Заболевания верхних отделов ЖКТ и гепатобилиарной зоны
- Прободная язва желудка и 12-перстной кишки. При прободении язвы желудочное содержимое стекает по правому латеральному каналу в подвздошную ямку (симптом Кервена), имитируя аппендицит. Однако для прободения характерно внезапное начало с «кинжальной» болью и доскообразное напряжение мышц живота. Пациент принимает вынужденное положение: неподвижно лежит на спине или боку с подтянутыми к животу коленями, боясь пошевелиться.
- Острый холецистит. Воспаление желчного пузыря чаще всего манифестирует в вечернее или ночное время после употребления жирной пищи. Боли локализуются в правом подреберье и отдают в правое плечо, ключицу или лопатку. Состояние сопровождается многократной рвотой желчью, не приносящей облегчения. При пальпации определяется увеличенный, напряженный желчный пузырь, положительны симптомы Ортнера, Мерфи и Караванова.
- Острый панкреатит. Отличается мучительными опоясывающими болями в верхней половине живота (симптом Блисса) и непрекротимой рвотой. Отмечается вздутие живота из-за пареза кишечника. Характерен симптом Воскресенского: из-за выраженного отека поджелудочной железы исчезает пульсация брюшной аорты в надпупочной области.

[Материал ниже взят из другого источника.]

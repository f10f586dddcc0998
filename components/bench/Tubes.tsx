'use client';

import { degrees } from '@/components/batch/figures';
import { useId, useRef } from 'react';
import { useWidth } from '@/components/ui/width';
import type { BottlePicture } from '@/lib/core/bottling/bench';
import { BOTTLES } from '@/lib/core/bottling/bottles';
import { ratedBar, STILL_LIMIT_BAR } from '@/lib/core/bottling/judge';

/** Highest bar that the picture's scale shows: an even number with air above all that is drawn. */
export const scaleTop = (bottle: BottlePicture): number => Math.max(4, 2 * Math.ceil((Math.max(bottle.worst.bar, limitOf(bottle)) * 1.08) / 2));

/** The marks of the scale: a line each, and its figure at each that has room. */
export function barTicks(top: number): { lines: number[]; named: number } {
  const step = top <= 12 ? 1 : top <= 24 ? 2 : top <= 60 ? 5 : 10;
  return { lines: Array.from({ length: Math.floor(top / step) + 1 }, (_, index) => index * step), named: step === 1 ? 2 : step === 2 ? 4 : step };
}

/** What a bottle is held against, bar. */
export const limitOf = (bottle: BottlePicture): number => (bottle.holds.rating === 'never' ? STILL_LIMIT_BAR : ratedBar(bottle.holds.rating));

const HEIGHT = 470;
const TOP = 34;
const FOOT = 56;
const LEFT = 64;

interface Tube {
  name: string;
  where: string;
  bar: number;
  /** Lower end of the doubt, bar. */
  from: number;
}

/** One bottle, three ways, on one scale, with what it holds across all of them. The upper end is what counts. */
export function Tubes({ bottle, lows }: { bottle: BottlePicture; /** Lower ends, bar: in the cellar, at the warmest. */ lows: { cellar: number; warm: number } }) {
  const frame = useRef<HTMLDivElement>(null);
  const width = Math.max(220, useWidth(frame, 430));
  const id = useId();
  const top = scaleTop(bottle);
  const limit = limitOf(bottle);
  const y = (bar: number) => TOP + (HEIGHT - TOP - FOOT) * (1 - bar / top);
  const base = y(0);
  const tubes: Tube[] = [
    { name: 'as asked', where: `cellar, ${degrees(bottle.cellar.celsius)}`, bar: bottle.cellar.bar, from: lows.cellar },
    { name: 'as asked', where: `warmest, ${degrees(bottle.warm.celsius)}`, bar: bottle.warm.bar, from: lows.warm },
    { name: 'last sugar goes', where: `warmest, ${degrees(bottle.worst.celsius)}`, bar: bottle.worst.bar, from: Math.min(bottle.warm.bar, bottle.worst.bar) },
  ];
  const step = (width - LEFT - 6) / 3;
  const tubeWidth = Math.min(50, step * 0.42);
  const ticks = barTicks(top);
  const never = bottle.holds.rating === 'never';
  return (
    <div ref={frame} className="min-w-0 font-mono">
      <svg
        width={width}
        height={HEIGHT}
        role="img"
        aria-label={`${BOTTLES[bottle.choice.kind].name}: ${tubes.map((tube) => `${tube.name}, ${tube.where}: ${tube.bar.toFixed(1)} bar`).join('; ')}. ${never ? 'For still drink' : 'Rated'} ${limit.toFixed(1)} bar.`}
      >
        <defs>
          <pattern id={`${id}h`} width="6" height="3" patternUnits="userSpaceOnUse">
            <path d="M0 0.5h6" stroke="var(--ink)" strokeOpacity="0.45" />
          </pattern>
          <pattern id={`${id}s`} width="8" height="8" patternUnits="userSpaceOnUse" patternTransform="rotate(45)">
            <rect width="8" height="8" fill="var(--lit)" />
            <rect width="4" height="8" fill="var(--madder)" />
          </pattern>
        </defs>
        <text x={LEFT - 12} y={TOP - 16} textAnchor="end" fontSize="12" fill="var(--ink2)">
          bar
        </text>
        {ticks.lines.map((bar) => (
          <g key={bar}>
            <path d={`M${LEFT} ${y(bar)}H${width}`} stroke="var(--rule)" />
            {bar % ticks.named === 0 && (y(bar) < y(limit) - 28 || y(bar) > y(limit) + 20) && (
              <text x={LEFT - 12} y={y(bar) + 4} textAnchor="end" fontSize="12" fill="var(--ink2)">
                {bar}
              </text>
            )}
          </g>
        ))}
        {tubes.map((tube, index) => {
          const middle = LEFT + step * (index + 0.42);
          const left = middle - tubeWidth / 2;
          const over = tube.bar > limit;
          const fillTop = y(Math.min(tube.bar, over ? limit : tube.bar));
          return (
            <g key={tube.where + index}>
              <path d={`M${left} ${TOP}V${base - 6}q0 6 6 6h${tubeWidth - 12}q6 0 6-6V${TOP}`} fill="var(--glass)" stroke="none" />
              <path d={`M${left} ${fillTop}V${base - 6}q0 6 6 6h${tubeWidth - 12}q6 0 6-6V${fillTop}Z`} fill="var(--drink-fill)" />
              {tube.from < tube.bar && <rect x={left} y={y(tube.bar)} width={tubeWidth} height={y(Math.max(0, tube.from)) - y(tube.bar)} fill={`url(#${id}h)`} />}
              {over && <rect x={left} y={y(tube.bar)} width={tubeWidth} height={y(limit) - y(tube.bar)} fill={`url(#${id}s)`} />}
              <path d={`M${left} ${y(tube.bar)}h${tubeWidth}`} stroke={over ? 'var(--madder)' : 'var(--ink)'} strokeWidth="2" />
              <path d={`M${left} ${TOP}V${base - 6}q0 6 6 6h${tubeWidth - 12}q6 0 6-6V${TOP}`} fill="none" stroke="var(--ink)" strokeWidth="1.7" />
              <text x={middle} y={base + 20} textAnchor="middle" fontSize={step < 100 ? 11 : 12} fontWeight="600" fill="var(--ink)">
                {step < 100 ? tube.name.replace('last sugar goes', 'sugar goes') : tube.name}
              </text>
              <text x={middle} y={base + 38} textAnchor="middle" fontSize={step < 100 ? 11 : 12} fill="var(--ink2)">
                {step < 118 ? `${tube.where.split(', ').at(-1)}` : tube.where}
              </text>
            </g>
          );
        })}
        <path d={`M${LEFT - 46} ${y(limit)}H${width}`} stroke="var(--ink)" strokeWidth="2.2" />
        {tubes.map((tube, index) => {
          // Beside the line of what it holds, not on it.
          const at = y(tube.bar);
          const near = Math.abs(at - y(limit)) < 12;
          return (
            <text key={tube.where + index} x={LEFT + step * (index + 0.42) + tubeWidth / 2 + 6} y={near ? y(limit) + (tube.bar > limit ? -7 : 17) : at + 5} fontSize="15" fontWeight="600" fill={tube.bar > limit ? 'var(--madder)' : 'var(--ink)'} stroke="var(--sheet)" strokeWidth="4" paintOrder="stroke">
              {tube.bar.toFixed(1)}
            </text>
          );
        })}
        <rect x={LEFT - 62} y={y(limit) - 21} width="46" height="20" fill="var(--ink)" />
        <text x={LEFT - 39} y={y(limit) - 6} textAnchor="middle" fontSize="13" fontWeight="600" fill="var(--on)">
          {limit.toFixed(1)}
        </text>
        <text x={LEFT - 62} y={y(limit) + 15} fontSize="11" fontWeight="600" fill="var(--ink)">
          {never ? 'still' : bottle.holds.confirmed ? 'bottle' : 'usual'}
        </text>
      </svg>
    </div>
  );
}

Если в приемный покой поступает пациент с жалобами на резкую боль в правой половине живота, но в анамнезе у него имеется желчнокаменная болезнь, а боль иррадиирует в правую лопатку, врач в первую очередь должен заподозрить печеночную колику или острый холецистит, а не поражение аппендикса. УЗИ в данном случае быстро расставит все точки над «i».

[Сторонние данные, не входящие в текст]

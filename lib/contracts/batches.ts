import { z } from 'zod';
import { CALL_NAMES, DRINK_KINDS, FOAMS, NECKS, VERDICTS } from '../core/types';
import { assessmentSchema } from './assessment';
import { gravity, id, line, temperatureC, text, timestamp } from './common';

export const VESSEL_KINDS = ['demijohn', 'carboy', 'flask'] as const;
export const DRINK_COLOURS = ['straw', 'gold', 'amber', 'copper', 'damson', 'bramble', 'stout', 'pale'] as const;
export const BATCH_STATES = ['working', 'ended'] as const;

const litres = z.number('must be a number of litres').min(0.1, 'must be at least 0.1 L').max(2000, 'must be at most 2000 L');
const attenuation = z.number('must be a percentage').min(20, 'must be between 20 and 130 %').max(130, 'must be between 20 and 130 %');
const tolerance = z.number('must be a percentage').min(1, 'must be between 1 and 25 %').max(25, 'must be between 1 and 25 %');

const drinkColour = z.union([z.enum(DRINK_COLOURS), z.string().regex(/^#[0-9a-fA-F]{6}$/)], 'choose a colour');

const batchFields = {
  name: line(80),
  kind: z.enum(DRINK_KINDS, 'choose what it is'),
  drink_colour: drinkColour,
  vessel_kind: z.enum(VESSEL_KINDS, 'choose a vessel'),
  /** The number on the tag tied to the vessel. */
  tag: z.number('must be a whole number').int('must be a whole number').min(1, 'must be 1 to 999').max(999, 'must be 1 to 999').nullable(),
  place: line(80).nullable(),
  volume_l: litres,
  vessel_l: litres,
  neck: z.enum(NECKS, 'choose what closes the neck'),
  pitched_at: timestamp.nullable(),
  original_gravity: gravity.nullable(),
  yeast: line(80).nullable(),
  attenuation_min_percent: attenuation.nullable(),
  attenuation_max_percent: attenuation.nullable(),
  alcohol_tolerance_abv: tolerance.nullable(),
  temperature_min_c: temperatureC.nullable(),
  temperature_max_c: temperatureC.nullable(),
} as const;

type Spans = {
  volume_l?: number;
  vessel_l?: number;
  attenuation_min_percent?: number | null;
  attenuation_max_percent?: number | null;
  temperature_min_c?: number | null;
  temperature_max_c?: number | null;
};

/** Rules that tie two fields together, each told at the field a person would change. */
function checkSpans(value: Spans, context: z.RefinementCtx) {
  const tell = (path: string, message: string) => context.addIssue({ code: 'custom', path: [path], message });
  const both = (low: number | null | undefined, high: number | null | undefined) => typeof low === 'number' && typeof high === 'number' && low > high;
  const half = (low: number | null | undefined, high: number | null | undefined) => (typeof low === 'number') !== (typeof high === 'number');
  if (value.volume_l !== undefined && value.vessel_l !== undefined && value.volume_l > value.vessel_l) tell('volume_l', 'is more than the vessel holds');
  if (both(value.attenuation_min_percent, value.attenuation_max_percent)) tell('attenuation_max_percent', 'must not be below the lower end');
  if (both(value.temperature_min_c, value.temperature_max_c)) tell('temperature_max_c', 'must not be below the lower end');
  if (half(value.attenuation_min_percent, value.attenuation_max_percent)) tell('attenuation_max_percent', 'give both ends of the range, or neither');
  if (half(value.temperature_min_c, value.temperature_max_c)) tell('temperature_max_c', 'give both ends of the range, or neither');
}

/** `POST /api/v1/batches`: what somebody tells when they start a batch. */
export const createBatch = z
  .object({
    ...batchFields,
    drink_colour: drinkColour.default('gold'),
    vessel_kind: batchFields.vessel_kind.default('demijohn'),
    tag: batchFields.tag.default(null),
    place: batchFields.place.default(null),
    neck: batchFields.neck.default('airlock'),
    pitched_at: batchFields.pitched_at.default(null),
    original_gravity: batchFields.original_gravity.default(null),
    yeast: batchFields.yeast.default(null),
    attenuation_min_percent: batchFields.attenuation_min_percent.default(null),
    attenuation_max_percent: batchFields.attenuation_max_percent.default(null),
    alcohol_tolerance_abv: batchFields.alcohol_tolerance_abv.default(null),
    temperature_min_c: batchFields.temperature_min_c.default(null),
    temperature_max_c: batchFields.temperature_max_c.default(null),
    /** Identifier of a sensor to put in from the pitch on. */
    sensor: z.string().max(64).nullable().default(null),
    /** The version of a must sheet that it is made from. */
    must_version_id: id.nullable().default(null),
  })
  .superRefine(checkSpans);
export type CreateBatch = z.infer<typeof createBatch>;

/** `PATCH /api/v1/batches/{id}`. */
export const updateBatch = z.object(batchFields).partial().extend({ state: z.enum(BATCH_STATES).optional() }).superRefine(checkSpans);
export type UpdateBatch = z.infer<typeof updateBatch>;

export const batchSchema = z.object({
  ...batchFields,
  id,
  state: z.enum(BATCH_STATES),
  ended_at: z.string().nullable(),
  created_at: z.string(),
  /** The must sheet it was made from, in the version that it keeps. */
  must: z.object({ id, version_id: id, name: z.string(), version: z.number().int() }).nullable(),
  /** The sensor that is in it now. */
  sensor: z.object({ id: z.string(), name: z.string(), last_heard_at: z.string().nullable() }).nullable(),
  /** The last judgement kept, or null before the first. */
  assessment: assessmentSchema.nullable(),
  /** Calls that somebody overruled, for as long as the call says what it said then. */
  overruled: z.array(z.object({ id, call: z.enum(CALL_NAMES), instead: z.enum(['yes', 'no']).nullable(), at: z.string(), by: z.string().nullable(), reason: z.string() })),
  /** Open alerts, worst first. */
  alerts: z.array(z.object({ id, call: z.string(), state: z.string(), opened_at: z.string(), taken_by: z.string().nullable() })),
});
export type BatchBody = z.infer<typeof batchSchema>;

export const batchList = z.object({ items: z.array(batchSchema), next_cursor: z.string().nullable() });
export type BatchList = z.infer<typeof batchList>;

export const batchQuery = z.object({
  state: z.enum(BATCH_STATES).optional(),
  cursor: z.string().max(200).optional(),
  limit: z.coerce.number().int().min(1).max(200).default(100),
});

export const ENTRY_KINDS = ['pitch', 'reading', 'observation', 'neck', 'rack', 'addition', 'top_up', 'stabilise', 'note', 'fining', 'split', 'blend', 'bottling', 'overrule'] as const;
/** Those that somebody logs by themselves; the others come with the work they are part of. */
export const LOGGED_KINDS = ['pitch', 'reading', 'observation', 'neck', 'rack', 'addition', 'top_up', 'stabilise', 'note', 'overrule'] as const;

export const CLARITIES = ['cloudy', 'hazy', 'clearing', 'bright'] as const;
export const INSTRUMENTS = ['hydrometer', 'refractometer'] as const;
/** What an addition is made of. */
export const SUBSTANCES = ['sugar', 'honey', 'fruit', 'juice', 'nutrient', 'acid', 'chalk', 'tannin', 'enzyme', 'sulphite', 'sorbate', 'sweetener', 'fining', 'yeast', 'spice', 'water', 'other'] as const;

const measure = (min: number, max: number, unit: string) => z.number('must be a number').min(min, `must be between ${min} and ${max} ${unit}`.trim()).max(max, `must be between ${min} and ${max} ${unit}`.trim()).nullable().optional();

/** What was measured or looked at, and what exactly went in: all of it optional. */
export const entryDetail = z.object({
  instrument: z.enum(INSTRUMENTS).nullable().optional(),
  /** What a refractometer showed; the gravity is reckoned from it. */
  brix: measure(0, 60, '°Bx'),
  /** A call that somebody overrules, what they hold instead, and what it said then. The last is set by the program. */
  call: z.enum(CALL_NAMES).nullable().optional(),
  instead: z.enum(['yes', 'no']).nullable().optional(),
  said: z.object({ verdict: z.enum(VERDICTS), kind: z.string().max(40).nullable(), headline: z.string().max(300) }).nullable().optional(),
  /** Taken for the original gravity that nobody had told. Set by the program. */
  as_original_gravity: z.boolean().nullable().optional(),
  /** What closed the neck before the first change that the log tells of. Set by the program. */
  neck_before: z.enum(NECKS).nullable().optional(),
  ph: measure(2, 8, ''),
  titratable_acid_g_per_l: measure(0, 30, 'g/L'),
  free_sulphite_mg_l: measure(0, 500, 'mg/L'),
  bubbles_per_minute: measure(0, 1000, ''),
  clarity: z.enum(CLARITIES).nullable().optional(),
  foam: z.enum(FOAMS).nullable().optional(),
  smell: text(300).nullable().optional(),
  taste: text(300).nullable().optional(),
  substance: z.enum(SUBSTANCES).nullable().optional(),
  /** Its name on the packet, or as the catalogue has it. */
  name: line(80).nullable().optional(),
  /** Key of the catalogue: the sugar it brings is then reckoned. */
  ingredient: z.string().regex(/^[a-z0-9-]{1,60}$/).nullable().optional(),
  grams: measure(0, 200_000, 'g'),
  /** Left on the lees and in the hose by a racking. */
  left_l: measure(0, 2000, 'L'),
  /** Of a fermented drink that was added, SG. */
  original_gravity: gravity.nullable().optional(),
  /** Which dose of a fining, and of which. */
  dose: z.enum(['a', 'b', 'only']).nullable().optional(),
  /** The other batch or the lot that this was about. */
  batch_id: id.nullable().optional(),
  lot_id: id.nullable().optional(),
  fining_id: id.nullable().optional(),
});
export type EntryDetail = z.infer<typeof entryDetail>;

const amount = (unit: string, max: number) => z.number(`must be a number of ${unit}`).min(0, 'must not be negative').max(max, `must be at most ${max} ${unit}`);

Урологические и гинекологические патологии
Правосторонняя почечная колика при нефролитиазе (мочекаменной болезни) часто напоминает приступ аппендицита. Однако при колике боль носит схваткообразный характер, иррадиирует в пах, внутреннюю поверхность бедра и половые органы. Пациент крайне беспокоен, мечется по палате, не находя удобного положения. В анализе мочи определяется выраженная микро- или макрогематурия (кровь в моче). Выполняется обзорная урография и УЗИ почек.
У женщин репродуктивного возраста диф диагностика острого аппендицита обязательно включает консультацию гинеколога. Необходимо исключить внематочную беременность, апоплексию (разрыв) яичника, острый аднексит и перекрут кисты яичника. Для этих состояний характерна связь болей с менструальным циклом, наличие патологических выделений из влагалища, иррадиация болей в крестец и прямую кишку. При разрыве яичника или маточной трубы на первый план выходят признаки внутреннего кровотечения: бледность, тахикардия, снижение артериального давления, головокружение.
В детском возрасте воспаление аппендикса часто приходится дифференцировать с острым мезентериальным лимфаденитом, энтероколитом и воспалением дивертикула Меккеля. Точная и оперативная дифференциальная диагностика позволяет сохранить здоровье пациента, снизить риск послеоперационных осложнений и обеспечить благоприятный исход лечения.